=== DATA SHOWN ===

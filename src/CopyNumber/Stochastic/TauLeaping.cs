using CopyNumber.Network;
using CopyNumber.Randomness;

namespace CopyNumber.Stochastic;
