using System.Text.RegularExpressions;
using System.Xml;
using System.Xml.Linq;
using CopyNumber.Reports;

namespace CopyNumber.Tests.Reports;

/// <summary>
/// The HTML report is parsed browser-free as XML (it is written as polyglot HTML5/XHTML, W3C Polyglot
/// Markup note), and every figure of the report must be found as an embedded data: image (RFC 2397)
/// whose base64 decodes to exactly that figure's PNG bytes; all text must round-trip through the parser
/// unchanged, which proves it was escaped. The Markdown report's image links must point at files that
/// exist and hold those bytes. Sources: PNG specification (W3C/ISO 15948), CommonMark spec, common practice.
/// </summary>
public sealed class ReportWriterTests : IDisposable
{
    private static readonly XNamespace X = "http://www.w3.org/1999/xhtml";
    private readonly string _folder = Path.Combine(Path.GetTempPath(), "copynumber-reports-" + Guid.NewGuid().ToString("N"));

    public void Dispose()
    {
        if (Directory.Exists(_folder)) Directory.Delete(_folder, recursive: true);
    }

    // Text meant to break naive output: markup, entities, quotes, Markdown syntax, a control character.
    private const string Nasty = "A<b>&amp;\"'</b> *em* _u_ [l](x) | `c` \u0001 # ± Ω";

    private static Report SampleReport()
    {
        double[] t = [0, 1, 2, 3];
        var band = new BandSeries(Nasty, t, [1, 2, 3, 4], [0, 1, 2, 3], [2, 3, 4, 5], [1, 2, 3, 4], null, null, []);
        byte[] meanPng = Figures.MeanWithBands(band, 400, 300);
        byte[] histPng = Figures.Histograms([new HistogramSnapshot("B", 1, [0, 1, 2], [0.2, 0.5, 0.3], 1.1)], 400, 300);
        byte[] sweepPng = Figures.SweepLogLog([new SweepSeries("B", [10, 100], [0.1, 0.01], [0.01, 0.001])], 400, 300);
        return new Report(
            Title: "Contrast of " + Nasty,
            Cautions: ["Only 20 replicates: tails are rough.", "1 < 2 & 3 > 2"],
            Sections:
            [
                new ReportSection("Verdicts",
                    ["Each species is compared with the rate equation.", "Second\nparagraph with " + Nasty],
                    [new ReportTable(["species", "check", "verdict"],
                        [["A", "mean within 5 SE", "pass"], [Nasty, "variance | LNA", "fail <no>"]], "Checks at t = 10")],
                    [new ReportFigure("mean_A.png", "Mean of " + Nasty, meanPng)]),
                new ReportSection("Distributions", [], [],
                [
                    new ReportFigure("hist-B.png", "Histogram of B", histPng, AltText: "Bars of probability against copies"),
                    new ReportFigure("sweep.B.png", "Sweep", sweepPng),
                ]),
            ]);
    }

    private static XDocument ParseXhtml(string html)
    {
        var settings = new XmlReaderSettings { DtdProcessing = DtdProcessing.Parse, XmlResolver = null };
        using var reader = XmlReader.Create(new StringReader(html), settings);
        return XDocument.Load(reader);
    }

    /// <summary>The text CommonMark/XML readers should see after escaping: what the writer is given, minus forbidden controls.</summary>
    private static string Visible(string text) => text.Replace('\u0001', '\uFFFD');

    [Fact]
    public void HtmlIsWellFormedAndEmbedsEveryFigureAsItsOwnPng()
    {
        var report = SampleReport();
        var doc = ParseXhtml(ReportWriter.ToHtml(report));
        Assert.Equal(X + "html", doc.Root!.Name);

        var figures = report.Sections.SelectMany(s => s.Figures).ToList();
        var elements = doc.Descendants(X + "figure").ToList();
        Assert.Equal(figures.Count, elements.Count);
        for (int i = 0; i < figures.Count; i++)
        {
            var img = Assert.Single(elements[i].Elements(X + "img"));
            string src = (string)img.Attribute("src")!;
            const string prefix = "data:image/png;base64,";
            Assert.StartsWith(prefix, src);
            byte[] decoded = Convert.FromBase64String(src[prefix.Length..]);
            Assert.Equal(figures[i].Png, decoded);
            var (w, h) = PngDecoder.ReadSize(decoded);
            Assert.Equal((400, 300), (w, h));
            Assert.Equal(w.ToString(), (string)img.Attribute("width")!);
            Assert.Equal(Visible(figures[i].Alt), (string)img.Attribute("alt")!);
            Assert.Equal(Visible(figures[i].Caption), (string)elements[i].Element(X + "figcaption")!);
        }
    }

    [Fact]
    public void HtmlEscapesAllTextAndLoadsNothingFromOutside()
    {
        var report = SampleReport();
        var doc = ParseXhtml(ReportWriter.ToHtml(report));

        Assert.Equal(Visible(report.Title), (string)doc.Descendants(X + "title").Single());
        Assert.Equal(Visible(report.Title), (string)doc.Descendants(X + "h1").Single());
        Assert.Equal(report.Cautions, doc.Descendants(X + "li").Select(li => (string)li));
        Assert.Equal(["Cautions", "Verdicts", "Distributions"], doc.Descendants(X + "h2").Select(h => (string)h));
        Assert.Contains(doc.Descendants(X + "p"), p => (string)p == Visible("Second\nparagraph with " + Nasty));

        // The verdict table: header cells and body cells exactly as given.
        var table = doc.Descendants(X + "table").Single();
        Assert.Equal("Checks at t = 10", (string)table.Element(X + "caption")!);
        Assert.Equal(["species", "check", "verdict"], table.Descendants(X + "th").Select(th => (string)th));
        var rows = table.Element(X + "tbody")!.Elements(X + "tr")
            .Select(tr => tr.Elements(X + "td").Select(td => (string)td).ToArray()).ToArray();
        Assert.Equal(["A", "mean within 5 SE", "pass"], rows[0]);
        Assert.Equal([Visible(Nasty), "variance | LNA", "fail <no>"], rows[1]);

        // Self-contained: no scripts, no linked resources, every src a data: URI, no element injected by the text.
        Assert.Empty(doc.Descendants(X + "script"));
        Assert.Empty(doc.Descendants(X + "link"));
        Assert.Empty(doc.Descendants(X + "b"));
        Assert.All(doc.Descendants().Attributes("src"), a => Assert.StartsWith("data:", a.Value));
        Assert.All(doc.Descendants().Attributes("href"), a => Assert.Fail($"unexpected link {a.Value}"));
        Assert.Single(doc.Descendants(X + "style"));
    }

    [Fact]
    public void WriteHtmlWritesOneFileThatParses()
    {
        string path = Path.Combine(_folder, "nested", "report.html");
        ReportWriter.WriteHtml(SampleReport(), path);
        Assert.True(File.Exists(path));
        Assert.Equal(3, ParseXhtml(File.ReadAllText(path)).Descendants(X + "img").Count());
        Assert.Single(Directory.GetFiles(Path.GetDirectoryName(path)!)); // nothing written beside it
    }

    [Fact]
    public void MarkdownLinksPointAtFigureFilesThatExistAndHoldTheFigures()
    {
        var report = SampleReport();
        string mdPath = ReportWriter.WriteMarkdown(report, _folder);
        Assert.Equal(Path.Combine(Path.GetFullPath(_folder), "report.md"), mdPath);
        string markdown = File.ReadAllText(mdPath);

        // CommonMark image syntax ![alt](destination); the alt text may contain backslash escapes.
        var links = Regex.Matches(markdown, @"!\[(?:\\.|[^\]\\])*\]\(([^)\s]+)\)").Select(m => m.Groups[1].Value).ToList();
        var figures = report.Sections.SelectMany(s => s.Figures).ToList();
        Assert.Equal(figures.Count, links.Count);
        for (int i = 0; i < figures.Count; i++)
        {
            Assert.False(Path.IsPathRooted(links[i]), "links are relative");
            string file = Path.Combine(_folder, links[i]);
            Assert.True(File.Exists(file), $"{links[i]} does not exist");
            Assert.Equal(figures[i].Png, File.ReadAllBytes(file));
            Assert.Equal(Path.Combine(_folder, "figures"), Path.GetDirectoryName(Path.GetFullPath(file)));
        }
    }

    [Fact]
    public void MarkdownEscapesTextSoItCannotBecomeMarkup()
    {
        string md = ReportWriter.ToMarkdown(SampleReport());
        // CommonMark §2.4: a backslash before ASCII punctuation makes it literal.
        Assert.Contains(@"\*em\* \_u\_ \[l\](x) \| \`c\`", md);
        Assert.Contains(@"A\<b\>\&amp;", md);
        Assert.DoesNotContain("\u0001", md, StringComparison.Ordinal);
        Assert.Contains("| species | check | verdict |", md);
        Assert.Contains("| --- | --- | --- |", md);
        Assert.Contains(@"| fail \<no\> |", md);
        Assert.Contains("Second paragraph", md); // a line break inside a paragraph becomes a space

        // Block markers only matter at the start of a line: there they are escaped, elsewhere left alone.
        string Para(string text) => ReportWriter.ToMarkdown(new Report("T", [], [new ReportSection("S", [text], [], [])]));
        Assert.Contains("\n\\# not a heading\n", Para("# not a heading"));
        Assert.Contains("\n\\- not a list\n", Para("- not a list"));
        Assert.Contains("\n12\\. not a list\n", Para("12. not a list"));
        Assert.Contains("\nt = 0.5 - 1\n", Para("t = 0.5 - 1"));
    }

    [Fact]
    public void ABadReportIsRefusedWithAMessageAndWritesNothing()
    {
        var report = SampleReport();
        var png = report.Sections[0].Figures[0].Png;

        void Refused(Report bad, string expected)
        {
            var e = Assert.Throws<ReportException>(() => ReportWriter.WriteMarkdown(bad, _folder));
            Assert.Contains(expected, e.Message);
            Assert.Throws<ReportException>(() => ReportWriter.WriteHtml(bad, Path.Combine(_folder, "r.html")));
            Assert.False(Directory.Exists(_folder), "nothing may be written for a refused report");
        }

        ReportSection WithFigures(params ReportFigure[] figures) => new("S", [], [], figures);
        Refused(report with { Sections = [WithFigures(new("a.png", "x", png), new("A.PNG", "y", png))] }, "used twice");
        Refused(report with { Sections = [WithFigures(new ReportFigure("../a.png", "x", png))] }, "not allowed");
        Refused(report with { Sections = [WithFigures(new ReportFigure("a.jpg", "x", png))] }, "not allowed");
        Refused(report with { Sections = [WithFigures(new ReportFigure("a.png", "x", [1, 2, 3]))] }, "does not hold a PNG");
        Refused(report with { Sections = [new("S", [], [new ReportTable(["a", "b"], [["1"]])], [])] }, "row 1 has 1 cells but the header has 2");

        var e = Assert.Throws<ReportException>(() => ReportWriter.WriteMarkdown(report, _folder, "sub/report.md"));
        Assert.Contains("plain file name", e.Message);
    }
}
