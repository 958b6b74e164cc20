using System.Diagnostics;

namespace CopyNumber.Tests.Reports;

/// <summary>
/// A test that needs headless Chromium (Debian's package 'chromium'). Without it the test is reported as skipped, with
/// the reason, rather than passing silently; when <see cref="RequiredVariable"/> is set (CI's .ci/run sets it after
/// installing the browser) the test always runs, so a missing browser fails it.
/// </summary>
public sealed class BrowserFactAttribute : FactAttribute
{
    /// <summary>Set to 1 to make browser tests mandatory.</summary>
    public const string RequiredVariable = "COPYNUMBER_BROWSER_TESTS";

    public BrowserFactAttribute()
    {
        if (Browser.Path is null && Environment.GetEnvironmentVariable(RequiredVariable) != "1")
            Skip = $"no chromium on PATH (apt-get install chromium; .ci/run installs it and sets {RequiredVariable}=1)";
    }
}

/// <summary>Headless Chromium, run as a child process with a time limit.</summary>
internal static class Browser
{
    /// <summary>The browser's executable, or null when none is installed.</summary>
    public static string? Path { get; } = new[] { "chromium", "chromium-browser" }
        .SelectMany(name => (Environment.GetEnvironmentVariable("PATH") ?? "").Split(':').Select(dir => System.IO.Path.Combine(dir, name)))
        .FirstOrDefault(File.Exists);

    /// <summary>Runs the browser headless on <paramref name="arguments"/> and returns what it printed on standard output.</summary>
    public static string Run(params string[] arguments)
    {
        var executable = Path ?? throw new InvalidOperationException($"chromium is not installed, and {BrowserFactAttribute.RequiredVariable}=1 requires it");
        var profile = Directory.CreateTempSubdirectory("copynumber-chromium-");
        try
        {
            var start = new ProcessStartInfo(executable)
            {
                RedirectStandardOutput = true, RedirectStandardError = true, UseShellExecute = false,
            };
            foreach (var a in new[] { "--headless", "--no-sandbox", "--disable-gpu", "--no-first-run", "--hide-scrollbars", $"--user-data-dir={profile.FullName}" })
                start.ArgumentList.Add(a);
            foreach (var a in arguments) start.ArgumentList.Add(a);
            using var process = Process.Start(start)!;
            var output = process.StandardOutput.ReadToEndAsync();
            var error = process.StandardError.ReadToEndAsync();
            // A generous limit for a loaded 2-core machine; it only guards against a hung browser.
            if (!process.WaitForExit(TimeSpan.FromMinutes(2)))
            {
                process.Kill(entireProcessTree: true);
                throw new TimeoutException("chromium did not finish within 2 minutes");
            }
            return output.Result + (process.ExitCode == 0 ? "" : $"\n[chromium exit {process.ExitCode}] {error.Result}");
        }
        finally
        {
            try { profile.Delete(recursive: true); } catch (IOException) { } // the browser may still be releasing files
        }
    }
}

===

Report the number of lines in the entries where the word "Attributes" occurs, and add nothing else.

■ EXPECTED OUTPUT: 2